* EXERCISE OBJECTIVE *
Copy each line of the listing that includes "else".
::::
//! Number cells, parsed straight from their bytes (on the per-row path of a
//! catalogue scan).

const POW10: [f64; 23] = [
    1e0, 1e1, 1e2, 1e3, 1e4, 1e5, 1e6, 1e7, 1e8, 1e9, 1e10, 1e11, 1e12, 1e13, 1e14, 1e15, 1e16,
    1e17, 1e18, 1e19, 1e20, 1e21, 1e22,
];

/// Parse a number cell straight from its bytes. Fast path (Clinger 1990,
/// "How to read floating point numbers accurately"): a plain decimal with
/// at most 15 significant digits is an exact integer m and an exact power
/// of ten, so m / 10^k is correctly rounded by one IEEE division. Anything
/// else (exponents, long mantissas) goes to the standard library parser, and
/// a cell holding `/` is read as a fraction or mixed number (`3/16`, `1-1/2`).
#[inline]
pub fn number(cell: &[u8]) -> Option<f64> {
    let mut b = cell;
    while let [first, rest @ ..] = b {
        if first.is_ascii_whitespace() {
            b = rest
        } else {
            break;
        }
    }
    while let [rest @ .., last] = b {
        if last.is_ascii_whitespace() {
            b = rest
        } else {
            break;
        }
    }
    let (neg, digits) = match b {
        [b'-', rest @ ..] => (true, rest),
        [b'+', rest @ ..] => (false, rest),
        _ => (false, b),
    };
    let mut m: u64 = 0;
    let mut n_digits = 0;
    let mut frac: Option<usize> = None;
    let mut ok = !digits.is_empty();
    for &c in digits {
        match c {
            b'0'..=b'9' => {
                if m == 0 && c == b'0' && frac.is_none() {
                    // leading zeros do not count
                } else {
                    n_digits += 1;
                }
                m = m.wrapping_mul(10).wrapping_add((c - b'0') as u64);
                if let Some(f) = frac.as_mut() {
                    *f += 1;
                }
            }
            b'.' if frac.is_none() => frac = Some(0),
            _ => {
                ok = false;
                break;
            }
        }
    }
    let k = frac.unwrap_or(0);
    if ok && n_digits <= 15 && k <= 22 && digits != b"." {
        let v = m as f64 / POW10[k];
        return Some(if neg { -v } else { v });
    }
    let text = std::str::from_utf8(b).ok()?;
    if b.contains(&b'/') {
        // A fraction or mixed number (3/16, 1-1/2, 1 1/2): off the fast path.
        return crate::units::fraction(text).ok();
    }
    let v: f64 = text.parse().ok()?;
    v.is_finite().then_some(v)
}
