impl Schema {
    /// The index of the name column (0 when there is none).
    pub fn name_column(&self) -> usize {
        self.cols.iter().position(|c| *c == Col::Name).unwrap_or(0)
    }

    /// Parse the header row; every problem is reported at once.
    pub fn parse(headers: &[String], loc: &Location) -> Result<Schema> {
        let mut cols = Vec::new();
        let mut errors = Vec::new();
        let mut currency = None;
        let mut seen: std::collections::HashSet<String> = std::collections::HashSet::new();
        for (i, h) in headers.iter().enumerate() {
            let at = loc.clone().with_column(i as u64 + 1).with_field(h.clone());
            let (name, unit) = split_header(h);
            let key = name.to_ascii_lowercase().replace([' ', '-'], "_");
            if key.is_empty() {
                errors.push(Error::input(
                    at,
                    format!("empty column header: expected one of {KNOWN}"),
                ));
                cols.push(Col::Note);
                continue;
            }
            if seen.contains(&key) && !key.starts_with("note") {
                errors.push(Error::input(at, format!("column '{name}' appears twice")));
                cols.push(Col::Note);
                continue;
            }
            seen.insert(key.clone());
            let col = match key.as_str() {
                "name" | "designation" | "section" => Ok(Col::Name),
                "shape" | "family" => Ok(Col::Shape),
                "series" => Ok(Col::Series),
                "grade" => Ok(Col::Grade),
                "stock" | "in_stock" => Ok(Col::Stock),
                k if k.starts_with("note") => Ok(Col::Note),
                "cost" | "price" => match &unit {
                    Some(u) => cost_unit(u).map(|(c, f)| {
                        currency = c;
                        Col::Cost(f)
                    }),
                    None => Err(Error::msg(
                        "column 'cost' needs its unit in brackets, e.g. cost [EUR/m]",
                    )),
                },
                k if factor_of(k).is_some() => match unit.as_deref() {
                    None | Some("-") | Some("") => {
                        Ok(Col::Factor(factor_of(k).unwrap_or(Factor::Cd)))
                    }
                    Some(u) => Err(Error::msg(format!(
                        "column '{name}' is a dimensionless adjustment factor: expected no unit, found [{u}]"
                    ))),
                },
                k => {
                    let dim = DIMS.iter().position(|d| *d == k);
                    let need_unit = |dim: Dim| -> Result<f64> {
                        match &unit {
                            Some(u) => units::unit_factor(u, dim),
                            None => Err(Error::msg(format!(
                                "column '{name}' needs its unit in brackets, e.g. {name} [{}]",
                                example_unit(dim)
                            ))),
                        }
                    };
                    if let Some(d) = dim {
                        need_unit(Dim::Length).map(|f| Col::Dim(d, f))
                    } else if let Some((p, dim)) = prop_of(k) {
                        need_unit(dim).map(|f| Col::Prop(p, f))
                    } else {
                        Err(Error::msg(format!(
                            "unknown column '{name}': expected one of {KNOWN}"
                        )))
                    }
                }
            };
            match col {
                Ok(c) => cols.push(c),
                Err(e) => {
                    errors.push(e.at(&at));
                    cols.push(Col::Note);
                }
            }
        }
        let name = cols.iter().position(|c| *c == Col::Name);
        let shape = cols.iter().position(|c| *c == Col::Shape);
        if name.is_none() {
            errors.push(Error::input(
                loc.clone(),
                "no 'name' column: every section needs a name",
            ));
        }
        let has_dims = cols.iter().any(|c| matches!(c, Col::Dim(..)));
        let has_props = cols.iter().any(|c| matches!(c, Col::Prop(Prop::Ix, _)));
        if !has_props && (!has_dims || shape.is_none()) {
            errors.push(Error::input(
                loc.clone(),
                "the catalogue gives neither properties (A, Ix, ...) nor a 'shape' column with dimensions",
            ));
        }
        if !errors.is_empty() {
            // A header of thousands of bad columns is one mistake (a wrong
            // delimiter, a data row as header): the first few say so.
            const SHOWN: usize = 20;
            if errors.len() > SHOWN {
                let more = errors.len() - SHOWN;
                errors.truncate(SHOWN);
                errors.push(Error::input(
                    loc.clone(),
                    format!("... and {more} more header problem(s)"),
                ));
            }
            return Err(if errors.len() == 1 {
                errors.remove(0)
            } else {
                Error::Many(errors)
            });
        }
        Ok(Schema {
            cols,
            headers: headers.to_vec(),
            currency,
            name,
            shape,
        })
    }
}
::::
* SOLUTION TO THE EXERCISE *
/// else (exponents, long mantissas) goes to the standard library parser, and
        } else {
        } else {
                } else {
        return Some(if neg { -v } else { v });
                    } else if let Some((p, dim)) = prop_of(k) {
                    } else {
            } else {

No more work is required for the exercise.